NORMAL = (Grade.normal, FillingPressure.normal)
G1 = (Grade.grade_1, FillingPressure.normal)
G2 = (Grade.grade_2, FillingPressure.elevated)
G3 = (Grade.grade_3, FillingPressure.elevated)
INDET = (Grade.indeterminate, FillingPressure.indeterminate)
NOT_GRADABLE = (Grade.not_gradable, FillingPressure.not_estimated)
# I-25-7 / I-25-8: LAP known, grade not assignable
NORMAL_LAP_NO_GRADE = (Grade.indeterminate, FillingPressure.normal)
RAISED_LAP_2_OR_3 = (Grade.indeterminate, FillingPressure.elevated)

# Step-1 index values clearly on one side (Fig 3)
E_NORMAL = {"e_prime_average": 9.0}
E_REDUCED = {"e_prime_average": 5.0}
R_NORMAL = {"e_e_prime_average": 9.0}
R_RAISED = {"e_e_prime_average": 17.0}
T_NORMAL = {"tr_peak_velocity": 2.3}
T_RAISED = {"tr_peak_velocity": 3.2}
MID_E_A = {"e_a_ratio": 1.2}
HIGH_E_A = {"e_a_ratio": 2.4}
LOW_E_A = {"e_a_ratio": 0.7}


# ---------------------------------------------------------------------------------------------
# The threshold table
# ---------------------------------------------------------------------------------------------


@pytest.mark.parametrize(
    ("row", "measure", "comparison", "value"),
    [
        # Nagueh 2025 JASE 38(7), Fig 3: e′ septal ≤ 6, lateral ≤ 7, average ≤ 6.5 cm/s
        (T.E_PRIME_SEPTAL, Measure.e_prime_septal, Comparison.le, 6.0),
        (T.E_PRIME_LATERAL, Measure.e_prime_lateral, Comparison.le, 7.0),
        (T.E_PRIME_AVERAGE, Measure.e_prime_average, Comparison.le, 6.5),
        # Fig 3: E/e′ average ≥ 14, septal ≥ 15, lateral ≥ 13 (inclusive, unlike 2016)
        (T.E_E_PRIME_AVERAGE, Measure.e_e_prime_average, Comparison.ge, 14.0),
        (T.E_E_PRIME_SEPTAL, Measure.e_e_prime_septal, Comparison.ge, 15.0),
        (T.E_E_PRIME_LATERAL, Measure.e_e_prime_lateral, Comparison.ge, 13.0),
        # Fig 3: TR ≥ 2.8 m/s or PASP ≥ 35 mmHg
        (T.TR_VELOCITY, Measure.tr_peak_velocity, Comparison.ge, 2.8),
        (T.PASP, Measure.pasp, Comparison.ge, 35.0),
        # Fig 3 step 2: LARS ≤ 18 %, PV S/D ≤ 0.67, LAVI > 34 mL/m2, IVRT ≤ 70 ms
        (T.LA_RESERVOIR_STRAIN, Measure.la_reservoir_strain, Comparison.le, 18.0),
        (T.PV_S_D, Measure.pv_s_d_ratio, Comparison.le, 0.67),
        (T.LAVI, Measure.lavi, Comparison.gt, 34.0),
        (T.IVRT, Measure.ivrt, Comparison.le, 70.0),
        # Fig 3 grading: raised LAP with E/A ≥ 2 is grade 3
        (T.E_A_HIGH, Measure.e_a_ratio, Comparison.ge, 2.0),
        # AF algorithm (I-25-11 signs): E ≥ 100, septal E/e′ > 11, TR > 2.8 or PASP > 35,
        # DT ≤ 160; step 2 LARS < 18 %, PV S/D < 1, BMI > 30
        (T.AF_MITRAL_E, Measure.mitral_e, Comparison.ge, 100.0),
        (T.AF_E_E_PRIME_SEPTAL, Measure.e_e_prime_septal, Comparison.gt, 11.0),
        (T.AF_TR_VELOCITY, Measure.tr_peak_velocity, Comparison.gt, 2.8),
        (T.AF_PASP, Measure.pasp, Comparison.gt, 35.0),
        (T.AF_DECELERATION_TIME, Measure.deceleration_time, Comparison.le, 160.0),
        (T.AF_LA_RESERVOIR_STRAIN, Measure.la_reservoir_strain, Comparison.lt, 18.0),
        (T.AF_PV_S_D, Measure.pv_s_d_ratio, Comparison.lt, 1.0),
        (T.AF_BMI, Measure.bmi, Comparison.gt, 30.0),
    ],
)
def test_threshold_table_rows(row, measure, comparison, value):
    assert (row.measure, row.comparison, row.value) == (measure, comparison, value)
    assert row.citation.startswith(T.PAPER + ", ")  # author, journal, year, issue, doi
    assert "I-25" not in row.citation  # readings are identified apart, never in prose
    assert row.evidence in {"R", "V", "brief+V", "brief+R"}
    assert row in T.TABLE


def test_threshold_table_has_no_duplicate_keys():
    keys = [row.key for row in T.TABLE]
    assert len(keys) == len(set(keys))


# ---------------------------------------------------------------------------------------------
# Step 1 boundaries.  Each index is tested with the other two fixed so that the tested one
# decides between two concordant patterns (Fig 3).
# ---------------------------------------------------------------------------------------------


@pytest.mark.parametrize(
    ("name", "abnormal", "at", "normal"),
    [
        # Fig 3: average e′ ≤ 6.5 cm/s (inclusive)
        ("e_prime_average", 6.49, 6.5, 6.51),
        # single site when the average is unavailable (I-25-1): septal ≤ 6, lateral ≤ 7
        ("e_prime_septal", 5.99, 6.0, 6.01),
        ("e_prime_lateral", 6.99, 7.0, 7.01),
    ],
)
def test_e_prime_boundaries(name, abnormal, at, normal):
    # E/e′ and TR normal: reduced e′ -> grade 1 (normal LAP), normal e′ -> normal function
    base = {**R_NORMAL, **T_NORMAL, **MID_E_A}
    assert result(**base, **{name: abnormal}) == G1
    assert result(**base, **{name: at}) == G1
    assert result(**base, **{name: normal}) == NORMAL
    a = run(**base, **{name: at})
    assert criterion(a, f"ase25.s1.{name}").verdict is Verdict.met


@pytest.mark.parametrize(
    ("name", "normal", "at", "raised"),
    [
        # Fig 3: average E/e′ ≥ 14 (inclusive; 2016 had > 14)
        ("e_e_prime_average", 13.99, 14.0, 14.01),
        # single site when the average is unavailable (I-25-2): septal ≥ 15, lateral ≥ 13
        ("e_e_prime_septal", 14.99, 15.0, 15.01),
        ("e_e_prime_lateral", 12.99, 13.0, 13.01),
        # Fig 3: TR ≥ 2.8 m/s, PASP ≥ 35 mmHg (inclusive)
        ("tr_peak_velocity", 2.79, 2.8, 2.81),
        ("pasp", 34.99, 35.0, 35.01),
    ],
)
def test_pressure_index_boundaries(name, normal, at, raised):
    # e′ reduced and the other pressure index raised: this index decides between
    # "all three abnormal" (raised LAP, grade 2 with E/A 1.2) and a discordant pattern that
    # step 2 resolves as normal LAP (LAVI 25) -> grade 1
    other = T_RAISED if name.startswith("e_e_prime") else R_RAISED
    base = {**E_REDUCED, **other, **MID_E_A, "lavi": 25.0}
    assert result(**base, **{name: normal}) == G1
    assert result(**base, **{name: at}) == G2
    assert result(**base, **{name: raised}) == G2


def test_average_preferred_over_sites_by_default():
    # I-25-1: with the average present, the site values are not used (average 7 is normal even
    # though septal 5.5 would be reduced)
    a = run(e_prime_average=7.0, e_prime_septal=5.5, e_prime_lateral=8.5, **R_NORMAL, **T_NORMAL)
    assert (a.grade, a.filling_pressure) == NORMAL
    ids = {c.id for c in a.criteria}
    assert "ase25.s1.e_prime_average" in ids and "ase25.s1.e_prime_septal" not in ids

-- -- --

State the number of lines in the listing that include the word "between", without any other text.

2